O papel da família 

As ligações afetivas que derivam do relacionamento familiar são eternas e temos que nos lembrar que devem estar sempre presentes em todos os momentos, principalmente na doença.

O Alzheimer é considerado um mal social, tendo a família uma importância vital, desde o momento em que se depara com uma mudança de comportamento como por exemplo a perda significativa da memória, atitudes e etc.

Quando que é diagnosticado, os parentes e amigos mais próximos sabem que estão diante de uma doença progressiva perdendo a pessoa suas capacidades mentais, a sua identidade e o relacionamento que mantinha (Gauvreau, Gendron 1960).

Assim é que, os papéis são invertidos passando o filho a ficar no lugar da mãe por exemplo, sendo inevitável que o núcleo familiar seja obrigatoriamente reestruturado (Weakland, Herr 1986). Quanto mais profundos sejam os elos afetivos, fica mais difícil relacionar-se, mesmo que no início o paciente pareça ser o mesmo fisicamente, não é mesma pessoa, tudo está sujeito a mudanças, progressivas. (Bianchetti, Scarcella, Trabucchi, Zanetti, 1998).

Embora a família sinta que o paciente está perdendo pouco a pouco a capacidade para as atividades cotidianas, é preciso que se reestruture, para que possa dar a ele assistência contínua, tendo conhecimento que em média a doença persiste por longos anos.

É preciso que o cuidador não se deixe influenciar por qualquer opinião alheia, mas, deve aceitar o diagnóstico e buscar sempre informações através dos profissionais de saúde.

É muito comum que a verdade não seja compreendida logo no início, e que a família negue a doença e continue a exigir do paciente o mesmo comportamento de antes, ou buscando novos diagnósticos (Giusti, Proietti, 1955).

A negação pode fazer com que o cuidador procure soluções que não são válidas, e, venha a reforçar certos comportamentos negativos, atrapalhando assim o doente.

Aconselhamos, portanto que além do médico assistente, o cuidador busque ajuda externa, através de grupos de auto ajuda, um psicólogo e sites confiáveis.

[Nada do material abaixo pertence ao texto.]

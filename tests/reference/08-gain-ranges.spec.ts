import { describe, expect, it } from 'vitest';
import { companionMachine, companionPlant, staticGain } from './support/companion-machine';
import { runStudy } from './support/run-study';
import { expectLargest, expectSmallest } from './support/two-sided';

// Ranges of one loop gain K from textbooks; each also follows from the Routh test.
const limits: [string, (number | string)[], number, number, number][] = [
  // s (s² + s + 1)(s + 2) + K: K < 14/9. Ogata, Modern Control Engineering (seen).
  ['s(s² + s + 1)(s + 2) + K below 14/9', [1, 3, 3, 2, 'K'], 1, 14 / 9, Math.sqrt(2 / 3)],
  // s³ + 18 s² + 77 s + K: K < 1386. Nise, Control Systems Engineering, example 6.9 (seen).
  ['s³ + 18s² + 77s + K below 1386', [1, 18, 77, 'K'], 700, 1386, Math.sqrt(77)],
];

describe('the range of a gain', () => {
  it.each(limits)('%s, found as the largest payload', (_, polynomial, nominal, limit, frequency) => {
    const { largestPayload } = runStudy({
      machine: companionMachine(polynomial),
      parameters: [{ id: 'K', nominal }],
      payload: 'K',
      searchUpTo: 5 * limit,
    });
    expectLargest(largestPayload, limit, nominal);
    expect(largestPayload?.frequency).toBeCloseTo(frequency, 2);
  });

  it.each(limits)('%s, found as a band stretch', (_, polynomial, nominal, limit) => {
    const { bandStretch } = runStudy({
      machine: companionMachine(polynomial),
      parameters: [{ id: 'K', nominal, low: 0.9 * nominal, high: 1.1 * nominal, minimum: 0.01 * nominal }],
    });
    expectLargest(bandStretch, (limit - nominal) / (1.1 * nominal - nominal));
  });

  it('s(s² + s + 1)(s + 2) + K below 14/9, found as a gain margin', () => {
    // Ogata (seen): with K = 1 the gain margin is the limit itself.
    const { nominal } = runStudy({
      machine: companionPlant([1], [1, 3, 3, 2, 0]),
      control: staticGain(1),
      parameters: [],
    });
    expect(nominal.gainMargin?.up).toBeCloseTo(14 / 9, 6);
    // Derived: downwards only factor 0 puts a pole on the axis.
    expect(nominal.gainMargin?.down).toBeNull();
  });

  it('s(s − 1)(s + 6) + K(s + 1) above 7.5, found as the smallest payload', () => {
    // Franklin, Powell & Emami-Naeini (memory); derived: 5(K − 6) > K. At the limit s² = −(K − 6) = −1.5.
    const { smallestPayload, largestPayload } = runStudy({
      machine: companionMachine([1, 5, 'K - 6', 'K']),
      parameters: [{ id: 'K', nominal: 10 }],
      payload: 'K',
      searchUpTo: 1000,
    });
    expectSmallest(smallestPayload, 7.5, 10);
    expect(smallestPayload?.frequency).toBeCloseTo(Math.sqrt(1.5), 2);
    expect(largestPayload).toMatchObject({ provedTo: 1000, failsAt: null });
  });

  it('s(s − 1)(s + 6) + K(s + 1) above 7.5, found as a gain margin downwards', () => {
    const { nominal } = runStudy({
      machine: companionPlant([1, 1], [1, 5, -6, 0]),
      control: staticGain(10),
      parameters: [],
    });
    expect(nominal.stable).toBe(true);
    expect(nominal.gainMargin?.down).toBeCloseTo(0.75, 6);
    expect(nominal.gainMargin?.up).toBeNull();
  });
});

No Rio de Janeiro podemos citar a a Apaz, (sociedade beneficente sem fins lucrativos) que além de cursos para cuidadores tem reuniões, com a finalidade de auxiliar aos cuidadores.

Finalizando, acrescentamos o agradecimento feito pelos médicos consultados no início da sua obra: “Aos nossos pais que nos ensinaram, com amor a tomar conta uns dos outros”.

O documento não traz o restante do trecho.